# Grenoside Primary School - Sheffield - October 2013



## urbex13 (Oct 6, 2013)

Having picked up a camera I'd bought from someone locally and wandered around the nearby woods somewhat myself and my girlfriend chanced upon this.

*The History*

I can't find a great deal of information on the school. Wikipedia references the fact that the school relocated across the road but doesn't give an exact date, although the replacement is a particularly new building (5-10 years?) by my estimations. The older school buildings themselves don't appear to be listed, although they are referenced, albeit briefly, in the conservation area report for Grenoside, which mentions that they were built in the arts and crafts style and exemplifies them as buildings with merit.
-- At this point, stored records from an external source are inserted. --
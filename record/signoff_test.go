package record

import (
	"bytes"
	"crypto/ed25519"
	"crypto/sha256"
	"encoding/hex"
	"errors"
	"io/fs"
	"mime"
	"os"
	"path/filepath"
	"reflect"
	"regexp"
	"slices"
	"strings"
	"testing"
	"time"
)

// Test signers: the secret keys of RFC 8032 section 7.1 TEST 1, 2 and 3.
var (
	financeKey   = ed25519.NewKeyFromSeed(mustHex("9d61b19deffd5a60ba844af492ec2cc44449c5697b326919703bac031cae7f60"))
	marketingKey = ed25519.NewKeyFromSeed(mustHex("4ccd089b28ff96da9db6c346ec114e0f5b8a319f35aba624da8cf6ed4fb8a6fb"))
	outsiderKey  = ed25519.NewKeyFromSeed(mustHex("c5aa8df43f9f837bedb7442f31dcb7b166d38535076f094b85ce3a2e0b4458f7"))
)

func mustHex(s string) []byte {
	b, err := hex.DecodeString(s)
	if err != nil {
		panic(err)
	}
	return b
}

func pubOf(k ed25519.PrivateKey) ed25519.PublicKey { return k.Public().(ed25519.PublicKey) }

// testRecord stands in for decision.json: any bytes will do, the signature
// layer never parses them.
var testRecord = []byte("{\n  \"format\": \"sluice.decision.v1\",\n  \"verdict\": \"downsize\"\n}\n")

var policyKeys = Keyring{
	"finance":   {pubOf(financeKey)},
	"marketing": {pubOf(marketingKey)},
}

func mustSign(t testing.TB, key ed25519.PrivateKey, role string, ws []Waiver, at time.Time) Signoff {
	t.Helper()
	s, err := SignAt(testRecord, key, role, ws, at)
	if err != nil {
		t.Fatal(err)
	}
	return s
}

// TestSignedPayloadType checks the documented payload type: written out by
// hand for the plain case, and parsed by the standard library's media-type
// parser (mime, RFC 2045 / RFC 2231 syntax) for the full case, with the
// waiver digest computed here from the documented JSON text.
func TestSignedPayloadType(t *testing.T) {
	s := mustSign(t, financeKey, "finance", nil, time.Time{})
	if want := "application/vnd.sluice.decision+json; role=finance"; s.Envelope.PayloadType != want {
		t.Errorf("payload type %q, want %q", s.Envelope.PayloadType, want)
	}
	ws := []Waiver{{Check: "holdout_mape", Reason: "short history <2y & new channel"}}
	at := time.Date(2026, 3, 31, 11, 0, 0, 5e8, time.FixedZone("CEST", 2*3600))
	s = mustSign(t, financeKey, "finance", ws, at)
	mt, params, err := mime.ParseMediaType(s.Envelope.PayloadType)
	if err != nil {
		t.Fatalf("mime.ParseMediaType(%q): %v", s.Envelope.PayloadType, err)
	}
	digest := sha256.Sum256([]byte(`[{"check":"holdout_mape","reason":"short history <2y & new channel"}]`))
	want := map[string]string{
		"role":           "finance",
		"signed-at":      "2026-03-31T09:00:00Z",
		"waivers-sha256": hex.EncodeToString(digest[:]),
	}
	if mt != PayloadType || !reflect.DeepEqual(params, want) {
		t.Errorf("parsed %q %v, want %q %v", mt, params, PayloadType, want)
	}
	if !s.SignedAt.Equal(time.Date(2026, 3, 31, 9, 0, 0, 0, time.UTC)) || s.SignedAt.Location() != time.UTC {
		t.Errorf("SignedAt = %v, want 2026-03-31 09:00:00 UTC", s.SignedAt)
	}
}

func TestSignVerifyRoundTrip(t *testing.T) {
	ws := []Waiver{{Check: "lift_agreement", Reason: "lift test was run in another season"}}
	s := mustSign(t, financeKey, "finance", ws, time.Date(2026, 4, 1, 8, 30, 0, 0, time.UTC))
	if err := VerifySignoff(testRecord, s, pubOf(financeKey)); err != nil {
		t.Fatal(err)
	}
	if !bytes.Equal(s.Envelope.Payload, testRecord) {
		t.Error("payload is not the record's exact bytes")
	}
	if s.KeyID != KeyID(pubOf(financeKey)) || s.Envelope.Signatures[0].KeyID != s.KeyID {
		t.Error("key ids do not name the signer")
	}
	// The signature is plain DSSE: ed25519 over PAE(type, record bytes).
	if !ed25519.Verify(pubOf(financeKey), PAE(s.Envelope.PayloadType, testRecord), s.Envelope.Signatures[0].Sig) {
		t.Error("signature is not over PAE(payload type, record)")
	}
	// Signing copies its inputs.
	ws[0].Reason = "changed later"
	if s.Waivers[0].Reason == "changed later" {
		t.Error("Signoff shares the caller's waiver slice")
	}
	// Deterministic: same inputs, same bytes.
	again := mustSign(t, financeKey, "finance", []Waiver{{Check: "lift_agreement", Reason: "lift test was run in another season"}}, time.Date(2026, 4, 1, 8, 30, 0, 0, time.UTC))
	a, _ := MarshalSignoffs([]Signoff{s})
	b, _ := MarshalSignoffs([]Signoff{again})
	if !bytes.Equal(a, b) {
		t.Error("same inputs gave different signatures files")
	}
}

func TestVerifySignoffTampering(t *testing.T) {
	ws := []Waiver{{Check: "holdout_mape", Reason: "short history"}}
	at := time.Date(2026, 4, 1, 8, 30, 0, 0, time.UTC)
	tests := []struct {
		name   string
		change func(rec []byte, s *Signoff) ([]byte, ed25519.PublicKey)
		is     error
		want   string
	}{
		{"one byte of the record", func(rec []byte, s *Signoff) ([]byte, ed25519.PublicKey) {
			rec = bytes.Clone(rec)
			rec[len(rec)/2] ^= 1
			return rec, pubOf(financeKey)
		}, ErrRecordChanged, "signed sha256"},
		{"role moved to marketing", func(rec []byte, s *Signoff) ([]byte, ed25519.PublicKey) {
			s.Role = "marketing"
			return rec, pubOf(financeKey)
		}, ErrBindingChanged, `signed for role "finance", but the sign-off claims role "marketing"`},
		{"waiver added", func(rec []byte, s *Signoff) ([]byte, ed25519.PublicKey) {
			s.Waivers = append(slices.Clone(s.Waivers), Waiver{"stability", "x"})
			return rec, pubOf(financeKey)
		}, ErrBindingChanged, "waivers differ"},
		{"waiver dropped", func(rec []byte, s *Signoff) ([]byte, ed25519.PublicKey) {
			s.Waivers = nil
			return rec, pubOf(financeKey)
		}, ErrBindingChanged, "waivers differ"},
		{"waiver reason edited", func(rec []byte, s *Signoff) ([]byte, ed25519.PublicKey) {
			s.Waivers = []Waiver{{"holdout_mape", "short history, fine"}}
			return rec, pubOf(financeKey)
		}, ErrBindingChanged, "waivers differ"},
		{"time edited", func(rec []byte, s *Signoff) ([]byte, ed25519.PublicKey) {
			s.SignedAt = s.SignedAt.Add(-24 * time.Hour)
			return rec, pubOf(financeKey)
		}, ErrBindingChanged, `signed with time "2026-04-01T08:30:00Z"`},
		{"role and payload type both rewritten", func(rec []byte, s *Signoff) ([]byte, ed25519.PublicKey) {
			s.Role = "marketing"
			s.Envelope.PayloadType = SignedPayloadType("marketing", s.Waivers, s.SignedAt)
			return rec, pubOf(financeKey)
		}, ErrBadSignature, "does not verify"},
		{"signature bit flipped", func(rec []byte, s *Signoff) ([]byte, ed25519.PublicKey) {
			s.Envelope.Signatures[0].Sig[0] ^= 1
			return rec, pubOf(financeKey)
		}, ErrBadSignature, "does not verify"},
		{"another key", func(rec []byte, s *Signoff) ([]byte, ed25519.PublicKey) {
			return rec, pubOf(marketingKey)
		}, ErrBadSignature, KeyID(pubOf(marketingKey))},
		{"key id edited", func(rec []byte, s *Signoff) ([]byte, ed25519.PublicKey) {
			s.KeyID = KeyID(pubOf(outsiderKey))
			return rec, pubOf(financeKey)
		}, nil, "names key " + KeyID(pubOf(outsiderKey))},
		{"two signatures", func(rec []byte, s *Signoff) ([]byte, ed25519.PublicKey) {
			s.Envelope.Signatures = append(s.Envelope.Signatures, s.Envelope.Signatures[0])
			return rec, pubOf(financeKey)
		}, nil, "holds 2 signatures"},
	}
	for _, tt := range tests {
		t.Run(tt.name, func(t *testing.T) {
			s := mustSign(t, financeKey, "finance", ws, at)
			s.Envelope.Signatures[0].Sig = bytes.Clone(s.Envelope.Signatures[0].Sig)
			rec, pub := tt.change(testRecord, &s)
			err := VerifySignoff(rec, s, pub)
			if err == nil {
				t.Fatal("tampering not detected")
			}
			if tt.is != nil && !errors.Is(err, tt.is) {
				t.Errorf("err = %v, want it to wrap %v", err, tt.is)
			}
			if !strings.Contains(err.Error(), tt.want) {
				t.Errorf("err = %v, want it to contain %q", err, tt.want)
			}
		})
	}
}

func TestProblems(t *testing.T) {
	finance := mustSign(t, financeKey, "finance", []Waiver{{"holdout_mape", "short history"}}, time.Time{})
	marketing := mustSign(t, marketingKey, "marketing", nil, time.Time{})
	fid, mid, oid := KeyID(pubOf(financeKey)), KeyID(pubOf(marketingKey)), KeyID(pubOf(outsiderKey))

	swapped := finance
	swapped.Role = "marketing"
	envSwap := marketing
	envSwap.Envelope = finance.Envelope // finance's envelope under marketing's role and key id
	flipped := finance
	flipped.Envelope.Signatures = []Signature{{KeyID: fid, Sig: bytes.Clone(finance.Envelope.Signatures[0].Sig)}}
	flipped.Envelope.Signatures[0].Sig[5] ^= 0x10

	tests := []struct {
		name     string
		record   []byte
		signoffs []Signoff
		want     []string // substrings, one per problem line, in order
		roles    []string
	}{
		{"all hold", testRecord, []Signoff{finance, marketing}, nil, []string{"finance", "marketing"}},
		{"record changed", append(bytes.Clone(testRecord), ' '), []Signoff{finance}, []string{
			`sign-off 1 (role "finance", key ` + fid + `): the record's bytes differ from the bytes that were signed`}, nil},
		{"signature moved to another role", testRecord, []Signoff{swapped, marketing}, []string{
			`sign-off 1 (role "marketing", key ` + fid + `): the sign-off's role, waivers or time differ from those that were signed: signed for role "finance", but the sign-off claims role "marketing"`},
			[]string{"marketing"}},
		{"envelopes swapped between roles", testRecord, []Signoff{envSwap}, []string{
			`signed for role "finance", but the sign-off claims role "marketing"`}, nil},
		{"key not listed", testRecord, []Signoff{mustSign(t, outsiderKey, "finance", nil, time.Time{})}, []string{
			`sign-off 1 (role "finance", key ` + oid + `): no key listed for "finance", nor for any role, made this signature; the policy does not list key ` + oid}, nil},
		{"key listed for another role", testRecord, []Signoff{mustSign(t, marketingKey, "finance", nil, time.Time{})}, []string{
			`sign-off 1 (role "finance", key ` + mid + `): signed by key ` + mid + `, which the policy lists for "marketing", not for "finance"`}, nil},
		{"unknown role", testRecord, []Signoff{mustSign(t, financeKey, "legal", nil, time.Time{}), finance}, []string{
			`sign-off 1 (role "legal", key ` + fid + `): the policy has no role "legal"`}, []string{"finance"}},
		{"bad signature by a listed key", testRecord, []Signoff{flipped}, []string{
			`the signature does not verify with key ` + fid + ` listed for "finance"`}, nil},
		{"repeated sign-off", testRecord, []Signoff{finance, marketing, finance}, []string{
			`sign-off 3 (role "finance", key ` + fid + `): repeats sign-off 1`}, []string{"finance", "marketing"}},
	}
	for _, tt := range tests {
		t.Run(tt.name, func(t *testing.T) {
			got := Problems(tt.record, tt.signoffs, policyKeys)
			if len(got) != len(tt.want) {
				t.Fatalf("problems = %q, want %d", got, len(tt.want))
			}
			for i := range got {
				if !strings.Contains(got[i], tt.want[i]) {
					t.Errorf("problem %d = %q\nwant it to contain %q", i, got[i], tt.want[i])
				}
				if strings.Contains(got[i], "\n") {
					t.Errorf("problem %d spans lines", i)
				}
			}
			roles, _ := SignedRoles(tt.record, tt.signoffs, policyKeys)
			if !slices.Equal(roles, tt.roles) {
				t.Errorf("SignedRoles = %q, want %q", roles, tt.roles)
			}
		})
	}
}

func TestSignedRolesWaivers(t *testing.T) {
	f := mustSign(t, financeKey, "finance", []Waiver{{"holdout_mape", "short history"}, {"stability", "known outlier week"}}, time.Time{})
	m := mustSign(t, marketingKey, "marketing", []Waiver{{"lift_agreement", "test ran in Q4"}}, time.Time{})
	bad := mustSign(t, outsiderKey, "finance", []Waiver{{"everything", "trust me"}}, time.Time{})
	roles, ws := SignedRoles(testRecord, []Signoff{m, bad, f}, policyKeys)
	if !slices.Equal(roles, []string{"finance", "marketing"}) {
		t.Errorf("roles %q", roles)
	}
	want := []RoleWaiver{
		{"marketing", KeyID(pubOf(marketingKey)), Waiver{"lift_agreement", "test ran in Q4"}},
		{"finance", KeyID(pubOf(financeKey)), Waiver{"holdout_mape", "short history"}},
		{"finance", KeyID(pubOf(financeKey)), Waiver{"stability", "known outlier week"}},
	}
	if !reflect.DeepEqual(ws, want) {
		t.Errorf("waivers %+v\nwant     %+v", ws, want)
	}
	// One key may be listed for two roles and sign in either.
	both := Keyring{"finance": {pubOf(financeKey)}, "cfo": {pubOf(financeKey)}}
	c := mustSign(t, financeKey, "cfo", nil, time.Time{})
	if p := Problems(testRecord, []Signoff{f, c}, both); p != nil {
		t.Errorf("problems %q", p)
	}
}

func TestSignValidation(t *testing.T) {
	for _, role := range []string{"finance", "cfo.office", "A1_b-2", strings.Repeat("r", 64)} {
		if _, err := Sign(testRecord, financeKey, role, nil); err != nil {
			t.Errorf("role %q: %v", role, err)
		}
	}
	for _, role := range []string{"", "a b", "-x", ".x", "fin;ance", `fi"n`, "é", strings.Repeat("r", 65)} {
		if _, err := Sign(testRecord, financeKey, role, nil); err == nil || !strings.Contains(err.Error(), "role") {
			t.Errorf("role %q: err = %v, want a role error", role, err)
		}
	}
	badWaivers := []struct {
		ws   []Waiver
		want string
	}{
		{[]Waiver{{"", "why"}}, "waivers[0].check: missing"},
		{[]Waiver{{"a", " "}}, "waivers[0].reason: missing"},
		{[]Waiver{{"a", "x"}, {"a", "y"}}, `waivers[1].check: "a" is already waived at waivers[0]`},
		{[]Waiver{{"a", "\xff"}}, "not valid UTF-8"},
	}
	for _, tt := range badWaivers {
		if _, err := Sign(testRecord, financeKey, "finance", tt.ws); err == nil || !strings.Contains(err.Error(), tt.want) {
			t.Errorf("waivers %q: err = %v, want %q", tt.ws, err, tt.want)
		}
	}
	if _, err := Sign(testRecord, financeKey[:10], "finance", nil); err == nil {
		t.Error("short private key accepted")
	}
	if _, err := SignAt(testRecord, financeKey, "finance", nil, time.Date(10000, 1, 1, 0, 0, 0, 0, time.UTC)); err == nil {
		t.Error("year 10000 accepted")
	}
	if s, _ := Sign(testRecord, financeKey, "finance", []Waiver{}); s.Waivers != nil {
		t.Error("empty waiver list kept")
	}
}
Recent estate agents listings note they are Victorian in origin. Unfortunately I can't elaborate further but I will update if I get any more specific information from people locally. The buildings were recently sold at auction for £275,000 and there is lapsed planning permission for conversion to 8 dwellings, which, as I understand, is being re-applied for at present.


*The Photographs*

1. The front elevation, my sole external:





2. The light was as good as one could hope for, given that it's October:





3. Got a wide angle converter as part of the deal, this was the result from that:





4. A single HDR, just because I enjoyed the light flooding in:





5. Seemingly perpetual classrooms:





6. Gorgeous wallpaper:





7. Fungus on the blackboard:





8. What's left of the blackboard and such:





Thanks for looking,

_*Thirteen.*_​


----------



## flyboys90 (Oct 7, 2013)

Great pics,thanks for sharing.


----------



## LittleOz (Oct 7, 2013)

Good find that


----------



## mockingbird (Oct 8, 2013)

the curtain shots a keeper


----------



## UrbanX (Oct 8, 2013)

Whatever you picked it up for, it was worth it! 
The 2nd shot is my fave, but it's a lovely set of photo all round! 
Thanks for sharing!


----------



## urbex13 (Oct 9, 2013)

Cheers everyone, really enjoyed taking it for a spin. A new camera was needed, my Olympus was cracked and bashed and held together with superglue. Bit of a luxury having a camera that will auto-focus!


----------